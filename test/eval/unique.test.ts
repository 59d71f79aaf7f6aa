// Unique. Outside check: onnxruntime-node (graph optimizations off) on seeded random tensors with repeated
// values and repeated slices, sorted and unsorted, flattened and along every axis; all four outputs.
import { describe, it } from 'vitest';
import { SEEDS, T, count, randInt, randShape, rng, vsOrt } from './ort-compare.js';

const outs = [{ name: 'y' }, { name: 'i', type: T.INT64 }, { name: 'inv', type: T.INT64 }, { name: 'n', type: T.INT64 }];

describe('Unique (outside check: onnxruntime-node)', () => {
  it('sorted and unsorted, no axis', async () => {
    for (const seed of SEEDS) {
      const r = rng(seed);
      const dims = randShape(r, 1, 3);
      const x = { name: 'x', dims, data: randInt(r, count(dims), -3, 3) };
      for (const sorted of [0, 1]) await vsOrt('Unique', 11, [x], { sorted }, outs);
    }
  });

  it('slices along every axis (sorted), with repeated slices', async () => {
    for (const seed of SEEDS) {
      const r = rng(10 + seed);
      const dims = randShape(r, 1, 3);
      // values in {0, 1} make equal slices likely
      const x = { name: 'x', dims, data: randInt(r, count(dims), 0, 1) };
      for (let axis = 0; axis < dims.length; axis++) await vsOrt('Unique', 11, [x], { axis, sorted: 1 }, outs);
    }
  });
});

Required action - The word "sorted" appears in how many lines of the records? Give the number only.

Your response - 5